Terkait adanya rencana karantina wilayah di Jakarta, Tatang mengaku pasrah. Sebab, jika nantinya hal tersebut diberlakukan, ia khawatir suplai beras dari daerah menurun drastis. Untuk saat ini, ia belum menyiapkan strategi khusus dalam menghadapi karantina wilayah tersebut.
”Ya, kita ikut aturan pemerintah. Kalau nantinya tidak ada pasokan dari daerah, mau enggak mau, memang harus tutup. Tapi kalau masih ada pasokan, ya, kami masih bisa jualan,” katanya.
Tak ada strategi
Hal yang sama diungkapkan Oke Firmansyah, distributor daging ayam Tuku Ayam di Jakarta Timur. Ia tidak menyiapkan strategi khusus untuk menghadapi rencana karantina wilayah di DKI Jakarta. Selama ini, Oke masih memasok daging ayam di daerah Jawa Tengah, Jawa Timur, dan area Jabodetabek.
”Jujur, kami belum ada strategi apa pun. Kami mengalir saja. Sejauh masih bisa beroperasi, ya, jalan terus,” kata pria yang juga memasarkan produknya lewat e-dagang ini.
Jujur, kami belum ada strategi apa pun. Kami mengalir saja. Sejauh masih bisa beroperasi, ya, jalan terus.
Produk yang ia siapkan juga beragam. Untuk daging ayam karkas, para distributor biasanya memasok dari daerah Jawa Tengah dan Jawa Timur dalam bentuk daging beku. Namun, untuk produk ayam utuh dan ayam sampingan yang meliputi filet, ceker, atau kepala, mereka mengandalkan pasokan ayam hidup dari wilayah Jabodetabek.

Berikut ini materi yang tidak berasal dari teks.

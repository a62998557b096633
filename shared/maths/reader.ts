import type { Expr, NumberExpr, ReadingFlag, ReadSettings, Span } from './expression.ts';
import { type Complaint, ReadFailure, type Scanner, type Token } from './scanner.ts';
import type { TokenKind } from './token-table.ts';

export const READ_LIMITS = { characters: 4000, levels: 60, nodes: 3000 } as const;

/** A decision that the text leaves open; the reader takes one way and remembers that there is another. */
export type Choice =
  | 'slash'
  | 'bars'
  | 'argument'
  | 'argument-slash'
  | 'argument-power'
  | 'operand'
  | 'comma'
  | 'unit'
  | 'evaluated'
  | 'interval'
  | 'definition'
  | 'factorial'
  | 'unequal'
  | 'joins';

/** What depends on where the reader stands; kept and put back around every bracket and group. */
export interface Context {
  /** Plain bars that are open here. */
  bars: number;
  /** `[` ends an interval such as `]a,b[` instead of opening a bracket. */
  reversed: boolean;
  /** dx ends the integrand here, or may stand as a factor (numerators and brackets within an integrand). */
  dx: '' | 'ends' | 'held';
  /** Within `\lim_{x\to ..}`, where a trailing `^+` tells the side. */
  side: '' | 'argument' | 'limit' | 'left' | 'right';
}

const OUTSIDE: Context = { bars: 0, reversed: false, dx: '', side: '' };

export type Read = (reader: Reader) => Expr;

/** The grammar's parts that call each other; handed over so that no module imports in a circle. */
export interface Grammar {
  readonly sum: Read;
  /** `first`: a factor that was read already. */
  readonly product: (reader: Reader, first?: Expr) => Expr;
  readonly power: Read;
  readonly atoms: Partial<Record<TokenKind, Read>>;
}

/** The place in the tokens and all that the reading gathers on its way. */
export class Reader {
  index = 0;
  token: Token;
  lastEnd = 0;
  depth = 0;
  nodes = 0;
  context = OUTSIDE;
  /** Variable of the innermost integral, once dx was met. */
  variable: string | null = null;
  readonly bound: string[] = [];
  readonly flags = new Set<ReadingFlag>();
  readonly choices = new Set<Choice>();
  functions: readonly string[];
  readonly source: string;
  readonly tokens: readonly Token[];
  /** The kinds of the tokens, one character each. */
  readonly kinds: string;
  readonly settings: ReadSettings;
  readonly grammar: Grammar;
  /** The one decision to take the other way. */
  readonly flip: Choice | null;

  constructor(scanner: Scanner, grammar: Grammar, flip: Choice | null) {
    this.settings = scanner.settings;
    this.source = scanner.source;
    this.tokens = scanner.tokens;
    this.kinds = this.tokens.map((token) => token.kind).join('');
    this.token = this.peek(0);
    this.functions = this.settings.functions;
    this.grammar = grammar;
    this.flip = flip;
    if (scanner.longRun) this.flags.add('letter-product');
  }

  peek(ahead: number): Token {
    return this.tokens[this.index + ahead] ?? this.tokens[this.tokens.length - 1]!;
  }

  next(): Token {
    const { token } = this;
    this.lastEnd = token.end;
    if (token.kind !== '$') this.index += 1;
    this.token = this.peek(0);
    return token;
  }

  skip(count: number): void {
    for (let at = 0; at < count; at += 1) this.next();
  }

  /** Is the token one of these kinds? */
  is(kinds: string): boolean {
    return kinds.includes(this.token.kind);
  }

  /** Takes the token if it is one of these kinds. */
  take(kinds: string): boolean {
    return this.is(kinds) && !!this.next();
  }

  /** The kinds from here on that fit a sticky pattern; empty where they do not. */
  ahead(pattern: RegExp, from = 0): string {
    const start = this.index + from;
    pattern.lastIndex = start;
    return pattern.test(this.kinds) ? this.kinds.slice(start, pattern.lastIndex) : '';
  }

  /** Takes the kinds that fit a sticky pattern, if they do. */
  takeAll(pattern: RegExp): boolean {
    const { length } = this.ahead(pattern);
    this.skip(length);
    return length > 0;
  }

  expect(kind: TokenKind, complaint: Complaint = `missing-bracket ${kind}`): void {
    if (!this.take(kind)) this.fail(complaint);
  }

  fail(complaint: Complaint, from: Span = this.token): never {
    throw new ReadFailure(complaint, this.source, from);
  }

  /** True when the other way is to be taken. */
  choose(choice: Choice): boolean {
    this.choices.add(choice);
    return this.flip === choice;
  }

  span(start: number): Span {
    const span = { start, end: this.lastEnd };
    this.nodes += 1;
    if (this.nodes > READ_LIMITS.nodes) this.fail('too-many-nodes', span);
    return span;
  }

  /** Reads one level down. */
  deeper<T>(read: (reader: Reader) => T): T {
    this.depth += 1;
    if (this.depth > READ_LIMITS.levels) this.fail('too-deep');
    const value = read(this);
    this.depth -= 1;
    return value;
  }

  /** Reads within a bracket or group, where the outer bars and differentials do not count. */
  inside<T>(read: (reader: Reader) => T, change?: Partial<Context>): T {
    const outer = this.context;
    this.context = change ? { ...OUTSIDE, ...change } : OUTSIDE;
    const value = this.deeper(read);
    this.context = outer;
    return value;
  }

  /** Reads up to the bracket that closes the one just taken. */
  enclosed<T>(close: TokenKind, read: (reader: Reader) => T, change?: Partial<Context>, complaint?: Complaint): T {
    const value = this.inside(read, change);
    this.expect(close, complaint);
    return value;
  }

  /** Reads the product that a sign applies to, with a letter bound, so that an i is never the unit. */
  binding(name: string, read: Read): Expr {
    this.bound.push(name);
    const value = this.deeper(read);
    this.bound.pop();
    return value;
  }

  /** Brackets and numerators within an integrand may hold its dx. */
  holding(): Partial<Context> {
    return { dx: this.context.dx && 'held' };
  }

  /** Can the token begin a factor, so that it multiplies what stands before it? */
  startsFactor(): boolean {
    const { token, context } = this;
    const { kind, side } = token;
    if (kind === '|') return side === 'left' || (side === '' && context.bars === 0 && !this.barIsScripted());
    if (kind === '[') return !context.reversed || side === 'left';
    if (kind === '{') return !this.ahead(/\{\}/y);
    if (kind === 'a') return context.dx !== 'ends' || !this.atDifferential();
    return this.grammar.atoms[kind] !== undefined;
  }

  barIsScripted(): boolean {
    return this.ahead(this.context.bars === 0 ? /\|(?:_|\^[^$])/y : /\|_/y) !== '';
  }

  /** At the d of dx, with no dx met before. */
  atDifferential(): boolean {
    if (this.token.text !== 'd' || this.variable !== null || !this.ahead(/a[ai]/y)) return false;
    return this.peek(1).text !== 'd' || this.kinds[this.index + 2] !== 'a';
  }

  /** Splits a number token as TeX does where one digit is an argument: `x^23` is x^2 followed by 3. */
  takeDigit(): Token {
    const { token } = this;
    if (token.text.length === 1) return this.next();
    const [digit] = /^\d[ \t-\r]*(?=\d)/.exec(this.source.slice(token.start, token.end)) ?? this.fail('bad-number {');
    const first = { ...token, text: token.text.slice(0, 1), end: token.start + 1 };
    token.text = token.text.slice(1);
    token.start += digit.length;
    this.lastEnd = first.end;
    return first;
  }
}

/** The span with the brackets, where there are any. */
export function outer(expr: Expr): Span {
  return expr.bracketed ?? expr.span;
}

export function numberOf({ start, end }: Span, numerator: bigint): NumberExpr {
  return { kind: 'number', numerator, denominator: 1n, written: 'integer', decimals: 0, span: { start, end } };
}
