import type { Line, Reading, ReadSettings } from './expression.ts';
import { printLine } from './print.ts';
import {
  readBars,
  readBinomial,
  readBraces,
  readBracket,
  readFenced,
  readFraction,
  readMatrix,
  readOpenBracket,
  readOverline,
  readRoot,
} from './read-atoms.ts';
import { readIntegral, readLimit, readSeries } from './read-calculus.ts';
import { readDerivativeFraction } from './read-derivatives.ts';
import { readProduct, readSum } from './read-expression.ts';
import { readFunction, readLog } from './read-functions.ts';
import { readConstant, readLetter } from './read-letters.ts';
import { readWholeLine } from './read-line.ts';
import { readNumberAtom } from './read-numbers.ts';
import { readPower } from './read-power.ts';
import { type Choice, type Grammar, READ_LIMITS, Reader } from './reader.ts';
import { ReadFailure } from './scanner.ts';
import { tokenize } from './tokens.ts';

const GRAMMAR: Grammar = {
  sum: readSum,
  product: readProduct,
  power: readPower,
  atoms: {
    0: readNumberAtom,
    a: readLetter,
    e: readConstant,
    i: readConstant,
    '∞': readConstant,
    '(': readBracket,
    '[': readBracket,
    '{': readBraces,
    '|': readBars,
    '‹': readOpenBracket,
    '⌊': readFenced,
    '⌈': readFenced,
    O: readOverline,
    F: (reader) => readDerivativeFraction(reader) ?? readFraction(reader),
    C: readBinomial,
    '√': readRoot,
    B: readMatrix,
    f: readFunction,
    l: readLog,
    '∫': readIntegral,
    '∑': readSeries,
    '∏': readSeries,
    L: readLimit,
  },
};

export const DEFAULT_READ_SETTINGS: ReadSettings = { numbers: 'real', decimal: 'point', functions: [] };

/**
 * Reads one line of TeX, or of plainly typed maths, as what it displays. Never throws, whatever the text: what cannot be
 * read is an error with its place. Where the line can be read in two ways, `alternatives` holds the others.
 */
export function readLine(tex: string, settings: ReadSettings = DEFAULT_READ_SETTINGS): Reading {
  const result = attempt(tex, settings, null);
  if (result instanceof ReadFailure) return { ok: false, error: result.error };
  const { reader, line } = result;
  return { ok: true, line, flags: [...reader.flags], alternatives: readOthers(reader, line) };
}

/** One reading with all decisions taken as usual but one. */
function attempt(
  tex: string,
  settings: ReadSettings,
  flip: Choice | null,
): { reader: Reader; line: Line } | ReadFailure {
  const most = READ_LIMITS.characters;
  try {
    if (tex.length > most) throw new ReadFailure(`too-long ${most}`, '', { start: most, end: tex.length });
    const reader = new Reader(tokenize(tex, settings), GRAMMAR, flip);
    return { reader, line: readWholeLine(reader) };
  } catch (failure) {
    if (failure instanceof ReadFailure) return failure;
    throw failure;
  }
}

/** The line read again with one decision taken the other way, for each decision that was open. */
function readOthers({ source, settings, choices }: Reader, line: Line): readonly string[] {
  if (choices.size === 0) return [];
  const print = (other: Line) => printLine(other, settings.decimal);
  const known = new Set([print(line)]);
  for (const choice of choices) {
    const other = attempt(source, settings, choice);
    if (!(other instanceof ReadFailure)) known.add(print(other.line));
  }
  return [...known].slice(1);
}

Bagi Oke, selama pengiriman ayam hidup dari Jabodetabek masih bisa dilakukan, ia bisa terus melayani permintaan. Apalagi, jika ayam tidak segera dipotong, para peternak bisa merugi. ”Jika ayam yang dipotong terlalu besar, hanya bisa dijadikan produk daging filet saja sehingga pasarnya terbatas,” ucapnya.
Saat ini, yang bisa ia lakukan adalah memaksimalkan kapasitas penyimpanan yang ia miliki. Kapasitas tersebut bisa mencapai 10 ton. Meski begitu, jika permintaan tiba-tiba melonjak, Oke bisa mengambil produk dari distributor lain.

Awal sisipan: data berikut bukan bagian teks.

import type { Expr, SeriesExpr } from '../../../shared/maths/expression.ts';
import { lettersOf } from '../../../shared/maths/letters.ts';
import { childrenOf, mapChildren } from '../../../shared/maths/walk.ts';
import { compareExpressions } from '../compare/compare-expressions.ts';
import type { Comparison } from '../compare/comparison.ts';
import type { CheckContext } from '../context.ts';
import { indexedName } from './indexed-letters.ts';
import { addExprs, letterOf, mulExprs, numberOf, rationalOf } from './build.ts';

const mostTerms = 5;

/**
 * Lines with sums of a_k: both are written out for the first values of the letter in the bounds. A difference at one of
 * them is certain; agreement at all of them counts as sampled.
 */
export function compareIndexed(above: Expr, below: Expr, context: CheckContext): Comparison {
  const open: Comparison = { kind: 'undecided', reason: 'not-covered' };
  const bounds = [above, below].flatMap(seriesIn);
  const ends = [...new Set(bounds.flatMap(({ from, to }) => [...lettersOf(from), ...lettersOf(to)]))];
  const starts = bounds.map(({ from }) => rationalOf(from));
  if (ends.length > 1 || starts.some((start) => start?.den !== 1n)) return open;
  const [letter] = ends;
  if (letter === undefined) return compareWritten(above, below, context);
  const first = starts.reduce((most, start) => (start && start.num > most ? start.num : most), 0n);
  let last: Comparison = open;
  for (let k = 0n; k < BigInt(mostTerms); k += 1n) {
    const [a, b] = [above, below].map((expr) => put(expr, letter, first + k)) as [Expr, Expr];
    last = compareWritten(a, b, context);
    // A bar may stand for the mean of what is summed.
    if (last.kind === 'different' && [above, below].some(hasBar)) return open;
    if (last.kind === 'different') return withValue(last, letter, first + k);
    if (last.kind !== 'equal') return open;
  }
  return last.kind === 'equal' ? { ...last, reached: 'sampled' } : open;
}

function hasBar(expr: Expr): boolean {
  return (expr.kind === 'call' && expr.name === 'conj') || childrenOf(expr).some(hasBar);
}

function seriesIn(expr: Expr): SeriesExpr[] {
  const inside = childrenOf(expr).flatMap(seriesIn);
  return expr.kind === 'series' ? [expr, ...inside] : inside;
}

function compareWritten(above: Expr, below: Expr, context: CheckContext): Comparison {
  const [a, b] = [writtenOut(above), writtenOut(below)];
  return a && b ? compareExpressions(a, b, context) : { kind: 'undecided', reason: 'not-covered' };
}

type Different = Extract<Comparison, { kind: 'different' }>;

function withValue(found: Different, letter: string, value: bigint): Different {
  const at = new Map(found.witness.at).set(letter, { kind: 'rational', value: { num: value, den: 1n } });
  return { ...found, witness: { ...found.witness, at, atTex: { [letter]: String(value), ...found.witness.atTex } } };
}

/** A number in place of a letter, in subscripts as well. */
function put(expr: Expr, letter: string, value: bigint): Expr {
  if (expr.kind === 'letter') {
    if (expr.name === letter) return numberOf(value);
    const name = indexedName(expr.name, letter, value);
    return name === null ? expr : letterOf(name);
  }
  if (expr.kind === 'series' && expr.index === letter)
    return { ...expr, from: put(expr.from, letter, value), to: put(expr.to, letter, value) };
  return mapChildren(expr, (part) => put(part, letter, value));
}

/** Sums and products term by term; null where a bound is no number, or there are too many terms. */
function writtenOut(expr: Expr): Expr | null {
  if (expr.kind !== 'series') {
    let isWhole = true;
    const copy = mapChildren(expr, (part) => {
      const written = writtenOut(part);
      if (!written) isWhole = false;
      return written ?? part;
    });
    return isWhole ? copy : null;
  }
  const [low, high] = [rationalOf(expr.from), rationalOf(expr.to)];
  if (low?.den !== 1n || high?.den !== 1n || high.num - low.num > 60n) return null;
  const terms: Expr[] = [];
  for (let k = low.num; k <= high.num; k += 1n) {
    const term = writtenOut(put(expr.body, expr.index, k));
    if (!term) return null;
    terms.push(term);
  }
  return expr.operation === 'sum' ? addExprs(...terms) : mulExprs(...terms);
}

Menurut Oke, permintaan daging ayam dari perorangan hingga saat ini relatif normal. Penurunan permintaan terjadi dari para pengusaha kuliner yang kebanyakan memilih untuk pulang kampung. Secara umum, penurunan permintaan berkisar 20-40 persen.
”Semoga aturan karantina wilayah dilonggarkan untuk distribusi logistik seperti halnya mudik Lebaran,” ujarnya.
Pekerja informal
Ketua Forum Warga Kota Jakarta Azas Tigor Nainggolan meminta pemerintah pusat dan pemerintah provinsi (pemprov) mempersiapkan karantina wilayah dengan sebaik-baiknya. Sebab, para pekerja informal pasti akan mengalami dampak yang lebih berat.
Ia mendorong Pemprov DKI Jakarta untuk memberikan solusi bagi mereka, khususnya bantuan pangan. ”Bagi mereka yang bekerja di sektor informal, seperti pedagang kecil, tukang parkir, pemulung, atau tukang ojek, situasi ini sangat sulit. Mereka butuh pertolongan untuk bertahan hidup,” ujarnya.
Menurut Kepala Bidang Pengembangan Kesejahteraan Sosial dan Penanganan Fakir Miskin Dinas Sosial DKI Jakarta Susana Budi Susilowati, pemberian bantuan pangan bagi warga yang secara tidak langsung terdampak Covid-19 kini menjadi kewenangan lintas sektor. Saat ini, Pemprov DKI Jakarta terus bersinergi dengan pemerintah pusat.
”Saat ini pemprov masih fokus pada upaya memutus mata rantai penularan Covid-19 dan penyembuhan pasien positif,” katanya saat dihubungi secara terpisah.